Information was obtained from:
- The Complainant / Mother
- The Father
- The Provider, a General Practitioner
- A second General Practitioner ("the second GP")
- A Visiting Midwife
The Commissioner also obtained and considered the ambulance report and the consumer's medical records from a Hospital and the GP's Medical Centre.
The Commissioner obtained advice from an independent General Practitioner.
Outcome of Investigation
Over a weekend in mid-July 1997 the complainant's baby (the consumer) had had diarrhoea and a chesty cough that the complainant said made the baby go "blue". The Visiting Midwife's referral notes that the consumer had green diarrhoea at this time. On the Monday, the complainant and her husband were referred by the Visiting Midwife to a doctor. They took their baby, aged nearly four weeks, to the Medical Centre. She was seen by the second GP, as the complainant's usual General Practitioner was away on holiday. The second GP gave the baby a thorough examination. She checked her ears, throat and chest and took her temperature. The complainant said that the second GP "couldn't find anything wrong [with the baby] but said to bring her back if [she was] vomiting with the diarrhoea". The complainant said the second GP asked whether they were first time parents and, when they said they were, she said they might be overreacting.

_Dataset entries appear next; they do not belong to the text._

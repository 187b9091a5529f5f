package org.hazewright.bench;

import java.util.Collection;
import java.util.List;
import org.hazewright.brief.Balance;
import org.hazewright.mixture.Recipe;

/**
 * An order of work for a recipe, made from what the ingredients' files say and from the family of the base.
 *
 * <p>Stocks first. Liquid and gel: the base cold, swelling, heating, cooling into the window, the water lost given back, additions,
 * pouring. Silicone and resin: part A, pigments dispersed in it, hardener last, degassing, pouring, curing. Orders are common
 * practice; temperatures and times stand only where a file gives them.
 */
public final class Steps {
    private Steps() {}

    /**
     * @param sensitivities of the recipe, for the allowed bands; empty when no targets are known
     * @param stocksInHand ids of stocks that are made already and need no steps
     */
    public static List<Step> of(
            Recipe recipe, Balance balance, List<Sensitivity> sensitivities, Collection<String> stocksInHand) {
        StepList list = new StepList(recipe, balance, sensitivities);
        StockSteps.write(list, stocksInHand);
        if (WeighingOrder.castAndCured(recipe.base())) CuredSteps.write(list);
        else PouredSteps.write(list);
        return list.steps();
    }

    public static List<Step> of(Recipe recipe, Balance balance, List<Sensitivity> sensitivities) {
        return of(recipe, balance, sensitivities, List.of());
    }
}
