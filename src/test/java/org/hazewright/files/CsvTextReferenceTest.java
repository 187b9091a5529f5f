package org.hazewright.files;

import static org.junit.jupiter.api.Assertions.assertEquals;

import java.time.LocalDate;
import java.util.Arrays;
import java.util.List;
import org.junit.jupiter.api.Test;
import org.junit.jupiter.params.ParameterizedTest;
import org.junit.jupiter.params.provider.ValueSource;

/** Quotes as in RFC 4180 (Common Format and MIME Type for CSV Files, 2005), section 2, rules 5 to 7; formulas made harmless. */
class CsvTextReferenceTest {
    private static String row(Object... cells) {
        return new CsvText().row(Arrays.asList(cells)).toString();
    }

    @Test
    void commasAndQuotesAreQuoted() {
        // Rule 7's own example: a quote within a field is doubled, the field quoted.
        assertEquals("aaa,\"b\"\"bb\",ccc\n", row("aaa", "b\"bb", "ccc"));
        assertEquals("aaa,\"b,bb\",ccc\n", row("aaa", "b,bb", "ccc"));
        assertEquals("zzz,yyy,xxx\n", row("zzz", "yyy", "xxx"));
    }

    @Test
    void aRowIsALineWhateverItsCellsHold() {
        assertEquals("\"one; two\",three\n", row("one\r\n two", "three\n"));
        assertEquals(",,\n", row(null, "", null));
    }

    @Test
    void numbersKeepTheirSignAndTakeAPoint() {
        assertEquals(
                "-0.5,10,1.0E-5,0.005,7,2026-03-02\n",
                row(-0.5, 10.0, 1e-5, 0.005000000000000001, 7, LocalDate.of(2026, 3, 2)));
    }

    /** Beginnings that spreadsheet programs take for a formula: common practice, and the full-width forms of the same signs. */
    @ParameterizedTest
    @ValueSource(strings = {"=1+2", "+1", "-1+x|' /C y'!A0", "@SUM(A1)", "\t=1", "  =1", "\r\n=1", "|x", "%x", "＝1"})
    void textThatWouldRunBeginsWithAnApostrophe(String evil) {
        assertEquals("'" + evil.strip() + ",x\n", row(evil, "x").replace("\"", ""));
    }

    @Test
    void plainTextIsNotMarked() {
        assertEquals(
                "µs' (690),—,1 % solution\n",
                new CsvText().row(List.of("µs' (690)", "—", "1 % solution")).toString());
    }
}
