package org.hazewright.transport;

import static org.junit.jupiter.api.Assertions.assertEquals;
import static org.junit.jupiter.api.Assertions.assertThrows;
import static org.junit.jupiter.api.Assertions.assertTrue;

import org.hazewright.optics.Refusal;
import org.junit.jupiter.api.Test;
import org.junit.jupiter.params.ParameterizedTest;
import org.junit.jupiter.params.provider.CsvSource;

class BoundaryReferenceTest {
    /** Haskell et al., J. Opt. Soc. Am. A 11, 2727 (1994), print three digits. */
    @ParameterizedTest
    @CsvSource({"1.33, 0.431", "1.40, 0.493"})
    void effectiveReflectionOfHaskell(double n, double printed) {
        assertEquals(printed, new Boundary(n, 1).effectiveReflection(), 0.0005);
    }

    /** The same integrals by adaptive quadrature in another program (double precision, 1e−13), outside indices both ways. */
    @ParameterizedTest
    @CsvSource({
        "1.33, 1.0,  0.47194914879, 0.32823852361",
        "1.40, 1.0,  0.52898548244, 0.38878282428",
        "1.33, 1.5,  0.03082276277, 0.01311049446",
        "1.40, 1.41, 0.00227712880, 0.00031247543",
        "1.02, 1.0,  0.04464846032, 0.00988137676",
        "2.50, 1.0,  0.87549865176, 0.82064020631",
    })
    void averagesByAdaptiveQuadrature(double in, double out, double fluence, double flux) {
        Boundary boundary = new Boundary(in, out);
        assertEquals(fluence, boundary.fluenceReflection(), 1e-10);
        assertEquals(flux, boundary.fluxReflection(), 1e-10);
    }

    /** Kienle &amp; Patterson, J. Opt. Soc. Am. A 14, 246 (1997): R = 0.118 Φ + 0.306 J for n = 1.40. */
    @Test
    void sharesOfKienleAndPatterson() {
        Boundary skin = new Boundary(1.4, 1);
        assertEquals(0.118, skin.fluenceShare(), 0.0005);
        assertEquals(0.306, skin.fluxShare(), 0.0005);
    }

    /** Isotropic light between two media of one index ratio: n² (1 − R inside) = 1 − R outside; reciprocity of Fresnel's law. */
    @ParameterizedTest
    @CsvSource({"1.33, 1", "1.5, 1", "1.4, 1.33"})
    void bothSidesOfOneSurfaceAgree(double a, double b) {
        double inside = 1 - new Boundary(a, b).fluenceReflection();
        double outside = 1 - new Boundary(b, a).fluenceReflection();
        assertEquals(outside, inside * (a / b) * (a / b), 1e-9);
    }

    /** Diffuse reflectance of a glass surface met from air, n = 1.5: 0.092 (Walsh 1926, in lighting handbooks; from memory). */
    @Test
    void diffuseReflectanceOfGlassFromAir() {
        assertEquals(0.092, new Boundary(1, 1.5).fluenceReflection(), 0.0005);
    }

    @Test
    void equalIndicesReflectNothing() {
        Boundary none = new Boundary(1.4, 1.4);
        assertEquals(0, none.effectiveReflection());
        assertEquals(1, none.factorA());
        assertEquals(0.25, none.fluenceShare());
        assertEquals(0.5, none.fluxShare());
        assertEquals(0, none.reflectance(0.1));
    }

    /** Brewster's angle for glass, tan θ = 1.5: only the other polarisation returns, ((n² − 1)/(n² + 1))²/2. */
    @Test
    void brewstersAngle() {
        double expected = 0.5 * Math.pow((2.25 - 1) / (2.25 + 1), 2);
        assertEquals(expected, new Boundary(1, 1.5).reflectance(1 / Math.sqrt(1 + 2.25)), 1e-14);
    }

    @Test
    void totalReflectionBeyondTheCriticalAngle() {
        Boundary water = new Boundary(1.33, 1);
        assertEquals(1, water.reflectance(water.criticalCosine() - 1e-6));
        assertTrue(water.reflectance(water.criticalCosine() + 1e-3) < 1);
        assertEquals(0, new Boundary(1.33, 1.5).criticalCosine());
    }

    @Test
    void refusesAnImpossibleIndex() {
        assertThrows(Refusal.class, () -> new Boundary(0.9, 1));
    }
}
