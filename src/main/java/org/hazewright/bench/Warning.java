package org.hazewright.bench;

import java.util.List;

/**
 * One thing that a person should know before starting, in a plain sentence or two.
 *
 * @param ingredients ids of those it is about
 */
public record Warning(Kind kind, List<String> ingredients, String text) {

    /** What a warning is about. */
    public enum Kind {
        /** Two ingredients that must not meet. */
        FORBIDDEN,
        /** Two ingredients that should not meet. */
        CONFLICT,
        EXPIRED,
        /** The figures of a lot were seen to move. */
        DRIFTING,
        SETTLING,
        /** No temperature suits the base and an ingredient. */
        TEMPERATURE,
        /** Can hurt people. */
        HAZARD
    }

    public Warning {
        ingredients = List.copyOf(ingredients);
    }
}
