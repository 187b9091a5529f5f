package org.hazewright.files;

import static org.junit.jupiter.api.Assertions.assertNotNull;
import static org.junit.jupiter.api.Assertions.assertTrue;
import static org.junit.jupiter.api.Assertions.fail;

import java.nio.charset.StandardCharsets;
import java.nio.file.Files;
import java.nio.file.Path;
import java.util.List;
import java.util.Random;
import org.hazewright.brief.Tissue;
import org.hazewright.optics.Refusal;
import org.hazewright.optics.Spectrum;
import org.hazewright.shelf.Shelf;
import org.junit.jupiter.api.Test;
import org.junit.jupiter.api.io.TempDir;

/** Whatever happens to a file's text, reading it gives a value or one refusal with a message: never another exception. */
class MutationTest {
    private static final int ROUNDS = 800;
    private static final String[] PIECES = {
        "\"",
        "'",
        "[",
        "]",
        "[[",
        "]]",
        "{",
        "}",
        "=",
        ",",
        ".",
        "#",
        "\n",
        "\r",
        "\t",
        " ",
        "-",
        "+",
        "1e400",
        "nan",
        "inf",
        "0x1",
        "true",
        "1979-05-27",
        "\\u0000",
        "\\",
        "µ",
        "\uD83D\uDE00",
        "\uFEFF",
        "..",
        "/",
        "99999999999999999999",
        "-1",
        "0",
        "[[item]]",
        "[tissue]",
        "\"\"\"",
        "1e-320",
        "a.b.c = 1",
        "format = 2",
        ";",
        "0,5"
    };

    @TempDir
    Path folder;

    private static final String BRIEF = """
            format = 1
            title = "Block"
            base = ["gelatin-10", "water"]
            overage = 0.05
            [[mould]]
            shape = "box"
            length_mm = 100
            width_mm = 50
            height_mm = 20
            [tolerance]
            mua = 0.1
            [[target]]
            wavelength_nm = 830
            musp_per_cm = 8
            musp_tolerance_per_cm = 0.3
            [tissue]
            wavelengths_nm = [690, 760]
            haemoglobin_umol_per_l = 60
            saturation = 0.70
            water_fraction = 0.60
            musp_per_cm_at_500nm = 15.0
            scatter_power = 1.1
            [shelf]
            avoid = ["salt"]
            [balance]
            readability_g = 0.01
            """;

    private static final String RECIPE = """
            format = 1
            base = "water"
            [[stock]]
            id = "s"
            ingredient = "ink"
            ingredient_g = 1.0
            diluent = "water"
            diluent_g = 99.0
            [[item]]
            stock = "s"
            lot = "x"
            mass_g = 12.34
            [[item]]
            ingredient = "water"
            mass_g = 200
            """;

    @Test
    void briefs() {
        Spectrum flat = new Spectrum("flat", new double[] {600, 900}, new double[] {1, 1});
        Tissue.Spectra spectra = new Tissue.Spectra(flat, flat, flat, flat);
        mutate(folder.resolve("b.brief.toml"), BRIEF, 1, file -> BriefReader.read(file, () -> spectra));
    }

    @Test
    void series() {
        Spectrum flat = new Spectrum("flat", new double[] {600, 900}, new double[] {1, 1});
        Tissue.Spectra spectra = new Tissue.Spectra(flat, flat, flat, flat);
        Path file = folder.resolve("s.brief.toml");
        mutate(file, SeriesReaderTest.GRID, 4, f -> SeriesReader.read(f, () -> spectra));
        mutate(file, SeriesReaderTest.ROWS, 5, f -> SeriesReader.read(f, () -> spectra));
    }

    @Test
    void recipesAndBatches() {
        Shelf shelf = ShelfReader.read(SmallShelf.in(folder));
        mutate(folder.resolve("r.recipe.toml"), RECIPE, 2, file -> RecipeReader.read(file, shelf));
        mutate(folder.resolve("r.batch.toml"), RECIPE, 3, file -> RecipeReader.read(file, shelf));
    }

    @Test
    void ingredientsLotsMaterialsAndTables() {
        SmallShelf.in(folder);
        List<String> files = List.of(
                "ink.toml",
                "emulsion.toml",
                "emulsion-L07.toml",
                "gelatin-10.toml",
                "water.toml",
                "materials/oil.toml",
                "spectra/ink.csv");
        for (int i = 0; i < files.size(); i++) {
            Path file = folder.resolve(files.get(i));
            String text = read(file);
            mutate(
                    file,
                    text,
                    10 + i,
                    f -> {
                        ShelfReader.Lenient lenient = ShelfReader.readLenient(folder);
                        for (FileRefusal refusal : lenient.refusals()) wellSaid(refusal);
                        return lenient;
                    },
                    ROUNDS / 10);
            Marked.write(file, text);
        }
    }

    @Test
    void bytesThatAreNoText() throws Exception {
        Random random = new Random(99);
        Path file = folder.resolve("b.brief.toml");
        for (int i = 0; i < 500; i++) {
            byte[] bytes = BRIEF.getBytes(StandardCharsets.UTF_8);
            for (int k = 0; k <= random.nextInt(3); k++)
                bytes[random.nextInt(bytes.length)] = (byte) random.nextInt(256);
            Files.write(file, bytes);
            attempt(file, f -> BriefReader.read(f, TissueSpectra.of(null)), "");
        }
    }

    private interface Reading {
        Object of(Path file);
    }

    private static void mutate(Path file, String text, long seed, Reading reading) {
        mutate(file, text, seed, reading, ROUNDS);
    }

    private static void mutate(Path file, String text, long seed, Reading reading, int rounds) {
        Random random = new Random(seed);
        Marked.write(file, text);
        assertNotNull(reading.of(file), "unchanged it is read");
        for (int i = 0; i < rounds; i++) {
            String mutated = text;
            for (int k = 0; k <= random.nextInt(3); k++) mutated = mutated(mutated, random);
            Marked.write(file, mutated);
            attempt(file, reading, mutated);
        }
    }

    private static void attempt(Path file, Reading reading, String text) {
        try {
            assertNotNull(reading.of(file));
        } catch (FileRefusal refusal) {
            wellSaid(refusal);
        } catch (Refusal refusal) {
            fail("A refusal without a place: " + refusal.getMessage() + "\n" + text, refusal);
        } catch (RuntimeException | StackOverflowError other) {
            fail(other + "\n" + text, other);
        }
    }

    private static void wellSaid(FileRefusal refusal) {
        String message = refusal.getMessage();
        assertTrue(message.startsWith(refusal.path()), message);
        assertTrue(refusal.line() >= 0 && refusal.column() >= 0, message);
        assertTrue(message.endsWith(".") || message.endsWith("?"), message);
        assertTrue(!message.contains("Exception") && !message.contains("null"), message);
    }

    private static String mutated(String text, Random random) {
        int at = random.nextInt(text.length() + 1);
        int to = Math.min(text.length(), at + random.nextInt(12));
        String piece = PIECES[random.nextInt(PIECES.length)];
        return switch (random.nextInt(6)) {
            case 0 -> text.substring(0, at) + text.substring(to);
            case 1 -> text.substring(0, at) + piece + text.substring(at);
            case 2 -> text.substring(0, at) + piece + text.substring(to);
            case 3 -> text.substring(0, at);
            case 4 -> text.substring(0, to) + text.substring(at);
            default -> swapLines(text, random);
        };
    }

    private static String swapLines(String text, Random random) {
        String[] lines = text.split("\n", -1);
        int a = random.nextInt(lines.length);
        int b = random.nextInt(lines.length);
        String line = lines[a];
        lines[a] = lines[b];
        lines[b] = line;
        return String.join("\n", lines);
    }

    private static String read(Path file) {
        return TextFile.read(file).text();
    }
}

Two days later the complainant returned with the consumer to see the second GP as the baby was "bringing up all her feeds". The second GP noted the baby had a sticky left eye, phlegm at the back of her throat, a clear chest and a temperature of 36.6?C. The second GP diagnosed an ear infection and prescribed Amoxil (antibiotics). The complainant was told to return the following day if the diarrhoea and vomiting persisted. The complainant later recalled that the second GP mentioned the possibility of hospital admission if the consumer's condition got worse.
The complainant acknowledged that the Amoxil prescribed by the second GP had a positive effect - the consumer was able to sleep better and she seemed to be in less pain. However, she said the baby was having green runny bowl motions and her coughing got worse during the night.
The following day the complainant phoned the Visiting Midwife for advice, as the consumer was not improving. The Visiting Midwife came to see the consumer and after examining her phoned the Medical Centre requesting prompt reassessment of the baby. The Visiting Midwife wrote a referral letter to a doctor in which she noted that the consumer was vomiting, had "smelling" motions, low urinary output, weight loss and that the baby "visibly changes colour - purplish when coughs and tries to remove mucus". The Visiting Midwife said that when she saw the baby she was limp (i.e. had hardly any muscle response) but had not gone blue at this point. The complainant said she was advised by the Visiting Midwife to take the baby's clothes with her as in her opinion she would probably be sent to hospital.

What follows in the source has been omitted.